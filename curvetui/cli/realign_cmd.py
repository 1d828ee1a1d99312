"""``curvetui realign SURVEY.csv --chord C``: a curve in service realigned from its measured
versines - the designed diagram, the slew at every station, the cant verdicts.

Stations in m (ft with --units us), versines, slews and limits in mm (in). Exit 0 when the
design meets the holds and the limit and every rail check passes, 1 when it does not (the
smallest limit that works is given), 2 for bad input.
"""

from __future__ import annotations

import argparse
import math
import os

from curvetui.cli import geometry_opts as geo
from curvetui.cli import realign_faces
from curvetui.cli.common import add_units_option
from curvetui.inputs import InputError

# The engine, the limits, Rich and file saving are imported in the functions that use them.

RAIL_OPTIONS = ("speed", "low_speed", "cant", "gauge", "traffic", "radius")
MAX_HOLDS = 50


def add_parser(sub) -> None:
    p = sub.add_parser(
        "realign",
        help="realign a curve in service from measured versines (slews, radius, cant)",
        description="Read a survey CSV (header station,versine; stations half a chord "
        "apart, in m or ft; versines in mm or in, positive on the curve), design a "
        "transition - constant versine - transition diagram whose slews close (zero at both "
        "ends) with the least sum of squared slews, meeting --hold points and --slew-limit "
        "(where the smooth diagram cannot meet the holds, with local versine corrections "
        "within 2 stations of each hold, balanced so the slews elsewhere are the smooth "
        "diagram's; --no-corrections refuses them), "
        "and give the slew at every station (+ out, away from the curve's centre). With "
        "--speed, the designed curve's cant, deficiency and excess and its transitions are "
        "checked against the rail limits.",
    )
    p.add_argument("survey", metavar="SURVEY.csv", help="the measured versines (read only)")
    p.add_argument("--chord", required=True, help="chord length (m or ft)")
    p.add_argument(
        "--hold",
        action="append",
        default=[],
        metavar="STATION[=SLEW]",
        help="a station whose slew is fixed: 0 (default) or SLEW (mm or in); repeat it",
    )
    p.add_argument("--slew-limit", help="largest slew allowed either way (mm or in)")
    p.add_argument(
        "--no-corrections",
        action="store_true",
        help="never add local versine corrections at the holds (by default they are added "
        "only when the smooth diagram cannot meet the holds or the limit with them)",
    )
    p.add_argument(
        "--transition",
        metavar="L1[,L2]",
        help="transition lengths (m or ft; whole multiples of half the chord); L2 = L1 if "
        "not given (default: searched)",
    )
    p.add_argument(
        "--max-transition",
        help="longest transition searched (m or ft; default 20 spacings of half the chord)",
    )
    geo.add_field_options(p, "rail", RAIL_OPTIONS)
    p.add_argument("--limits", help="rail limits by name or .toml path (see `curvetui tables`)")
    add_units_option(p)
    p.add_argument("-o", "--output", help="write the slew table as CSV to this file")
    p.add_argument("--json", action="store_true", help="print one JSON object")
    realign_faces.add_options(p)
    p.set_defaults(run=run)


def _number(option: str, text: str, lo: float, hi: float, unit: str, lo_open=True) -> float:
    try:
        x = float(str(text).strip())
    except ValueError:
        x = math.nan
    if not math.isfinite(x) or x > hi or x < lo or (lo_open and x == lo):
        bound = f"more than {lo:g}" if lo_open else f"{lo:g} or more"
        raise InputError(
            f"{option}: must be a number {bound} and at most {hi:g} {unit}; got {text!r}"
        )
    return x


def _holds(items, stations, units) -> dict:
    """--hold STATION[=SLEW] texts as {station [m]: slew [m]}; each must be a station."""
    if len(items) > MAX_HOLDS:
        raise InputError(f"--hold: at most {MAX_HOLDS} hold points")
    out = {}
    ln, cl = units.length_label, units.cant_label
    for item in items:
        station_text, _, slew_text = str(item).partition("=")
        st = _number("--hold", station_text, -1e7, 1e7, ln, lo_open=False)
        slew = 0.0
        if slew_text.strip():
            slew = _number("--hold", slew_text, -1e4, 1e4, cl, lo_open=False)
        near = min(stations, key=lambda s: abs(s - st))
        if abs(near - st) > 1e-6 * max(1.0, abs(st)):
            raise InputError(
                f"--hold: {st:g} {ln} is not a station of the survey (stations "
                f"{stations[0]:g} to {stations[-1]:g} {ln}, every {stations[1] - stations[0]:g})"
            )
        out[float(units.length_to_si(near))] = float(slew * units.cant)
    return out


def run(args: argparse.Namespace) -> int:
    from curvetui.core.units import unit_system
    from curvetui.storage.versine_survey import read_survey

    units = unit_system(args.units)
    ln, cl = units.length_label, units.cant_label
    chord = _number("--chord", args.chord, 0.0, 1000.0, ln)
    spacing = chord / 2.0
    survey = read_survey(args.survey, spacing)
    holds = _holds(args.hold, survey.stations, units)
    limit = None
    if args.slew_limit is not None:
        least = 0.01 if units.name == "metric" else 0.0005  # 0.01 mm, 0.0005 in
        limit = _number("--slew-limit", args.slew_limit, least, 1e4, cl, lo_open=False)
        limit *= units.cant
    transitions = _transitions(args.transition, spacing, ln)
    radius = None
    if args.radius is not None:
        radius = _number("--radius", args.radius, 0.0, 1e6, ln)
        if radius <= chord / 2:
            raise InputError(f"--radius: must be more than half the chord ({chord / 2:g} {ln})")
    max_t = None
    if args.max_transition is not None:
        max_t = int(_number("--max-transition", args.max_transition, 0.0, 1e5, ln) // spacing)
        if max_t < 1:
            raise InputError(f"--max-transition: at least half the chord ({spacing:g} {ln})")
    out_path = _output_path(args.output, args.survey)
    realign_faces.check_options(args)
    design = _solve(
        survey, units, chord, holds, limit, radius, transitions, max_t, not args.no_corrections
    )
    rail = _rail(args, design, units)
    from curvetui.cli.realign_output import csv_text, print_report, report_json

    if args.output is not None:
        from curvetui.storage.files import atomic_write_text

        atomic_write_text(out_path, csv_text(design, units, args.survey))
    if args.sheet is not None:
        realign_faces.write_sheet(args.sheet, design, rail, units, args.survey)
    if args.view:
        return realign_faces.run_view(design, rail, units, args.survey)
    refused = args.no_corrections and bool(holds) and not design.feasible
    if args.json:
        from curvetui.cli.common import print_json

        got = report_json(design, rail, units)
        got["design"]["corrections_allowed"] = not args.no_corrections
        print_json(got)
    else:
        if refused:
            from curvetui.cli.common import console

            console().print(
                "Local versine corrections at the holds were not tried (--no-corrections)."
            )
        print_report(design, rail, units, args.output)
        if args.sheet is not None:
            realign_faces.say_written(args.sheet)
    failed = not design.feasible or (rail is not None and rail.status == "fail")
    return 1 if failed else 0


def _transitions(text, spacing: float, ln: str):
    """--transition L1[,L2] as whole numbers of spacings."""
    if text is None:
        return None
    parts = [t for t in str(text).split(",")]
    if len(parts) > 2:
        raise InputError("--transition: one length, or two separated by a comma")
    got = []
    for t in parts:
        x = _number("--transition", t, 0.0, 1e5, ln)
        k = round(x / spacing)
        if k < 1 or abs(k * spacing - x) > 1e-6 * max(1.0, x):
            raise InputError(
                f"--transition: {x:g} {ln} is not a whole number of station spacings "
                f"({spacing:g} {ln}, half the chord)"
            )
        got.append(int(k))
    return (got[0], got[-1])


def _output_path(output, survey: str):
    if output is None:
        return None
    if output == "-":
        raise InputError("-o: give a file name (the report goes to standard output)")
    try:
        same = os.path.exists(output) and os.path.samefile(output, survey)
    except OSError:
        same = False
    if same or os.path.abspath(output) == os.path.abspath(survey):
        raise InputError("-o: that is the survey file; the input is never written over")
    return output


def _solve(survey, units, chord, holds, limit, radius, transitions, max_t, corrections=False):
    import numpy as np

    from curvetui.core.versine_design import RealignInputError, design_realignment

    st = np.asarray(survey.stations) * units.length
    m = np.asarray(survey.versines) * units.cant
    c = chord * units.length
    v_c = None if radius is None else c**2 / (8.0 * radius * units.length)
    try:
        return design_realignment(
            st, m, c, holds, limit, v_c, transitions, max_t, corrections=corrections
        )
    except RealignInputError as exc:
        raise InputError(f"survey: {exc}") from None


def _rail(args, design, units):
    """The rail verdicts when --speed is given and a design exists; None otherwise."""
    if args.speed is None:
        given = [k for k in ("low_speed", "cant", "gauge", "traffic") if getattr(args, k)]
        if given or args.limits:
            from curvetui.bend.fields import cli_name

            what = cli_name(given[0]) if given else "--limits"
            raise InputError(f"{what}: needs --speed (the rail checks need the line speed)")
        return None
    if not math.isfinite(design.radius):
        return None
    from curvetui.bend.realign_rail import RAIL_KEYS, rail_verdict
    from curvetui.storage.tables import rail_limits

    limits = rail_limits(args.limits, units.name)
    raw = geo.raw_inputs(args, RAIL_KEYS)
    _check_rail_options(raw, units, limits)
    return rail_verdict(design, raw, units, limits)


def _check_rail_options(raw: dict, units, limits) -> None:
    """The rail options given, checked on a curve of the largest radius allowed (so only
    they can be at fault): InputError naming the option, exit code 2."""
    from curvetui.bend.fields import BY_KEY
    from curvetui.bend.service import evaluate_bend

    trial = {**raw, "radius": BY_KEY["radius"].allowed("rail", units)[1]}
    trial.setdefault("cant", 0)
    evaluate_bend("rail", trial, units, None, limits)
━━━━━━
-- EXERCISE --
What is needed is each line from the records with the word "spacings" in it.

-- RESPONSE BOX --
        help="longest transition searched (m or ft; default 20 spacings of half the chord)",
    """--transition L1[,L2] as whole numbers of spacings."""
                f"--transition: {x:g} {ln} is not a whole number of station spacings "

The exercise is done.